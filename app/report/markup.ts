// Text that is markup, kept apart from text that is not: whatever goes in is escaped, unless it was
// made here.

export interface Markup {
  readonly markup: string;
}

export type Part = Markup | string | number | readonly Part[];

const entities: Readonly<Record<string, string>> = {
  '&': '&amp;',
  '<': '&lt;',
  '>': '&gt;',
  '"': '&quot;',
  "'": '&#39;',
};

/** Control characters have no place in a page; a tab and a new line have. */
const forbidden = /[\p{Cc}\p{Cs}]/gu;

export function escapeText(text: string): string {
  return text
    .replace(forbidden, (c) => (c === '\n' || c === '\t' ? c : '\ufffd'))
    .replace(/[&<>"']/g, (c) => entities[c] ?? c);
}

function written(part: Part): string {
  if (typeof part === 'string') return escapeText(part);
  if (typeof part === 'number') return String(part);
  if ('markup' in part) return part.markup;
  return part.map(written).join('');
}

/** A template whose parts are escaped: markup`<b>${name}</b>`. */
export function markup(pieces: TemplateStringsArray, ...parts: readonly Part[]): Markup {
  const text = pieces.map((piece, i) => {
    const part = parts[i];
    return part === undefined ? piece : piece + written(part);
  });
  return { markup: text.join('') };
}

export const nothing: Markup = { markup: '' };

____

- [Aim of the task]: Your task is to return all of the material exactly.

- [Reply]:
filename app/report/markup.ts
// Text that is markup, kept apart from text that is not: whatever goes in is escaped, unless it was
// made here.

export interface Markup {
  readonly markup: string;
}

export type Part = Markup | string | number | readonly Part[];

const entities: Readonly<Record<string, string>> = {
  '&': '&amp;',
  '<': '&lt;',
  '>': '&gt;',
  '"': '&quot;',
  "'": '&#39;',
};

/** Control characters have no place in a page; a tab and a new line have. */
const forbidden = /[\p{Cc}\p{Cs}]/gu;

export function escapeText(text: string): string {
  return text
    .replace(forbidden, (c) => (c === '\n' || c === '\t' ? c : '\ufffd'))
    .replace(/[&<>"']/g, (c) => entities[c] ?? c);
}

function written(part: Part): string {
  if (typeof part === 'string') return escapeText(part);
  if (typeof part === 'number') return String(part);
  if ('markup' in part) return part.markup;
  return part.map(written).join('');
}

/** A template whose parts are escaped: markup`<b>${name}</b>`. */
export function markup(pieces: TemplateStringsArray, ...parts: readonly Part[]): Markup {
  const text = pieces.map((piece, i) => {
    const part = parts[i];
    return part === undefined ? piece : piece + written(part);
  });
  return { markup: text.join('') };
}

export const nothing: Markup = { markup: '' };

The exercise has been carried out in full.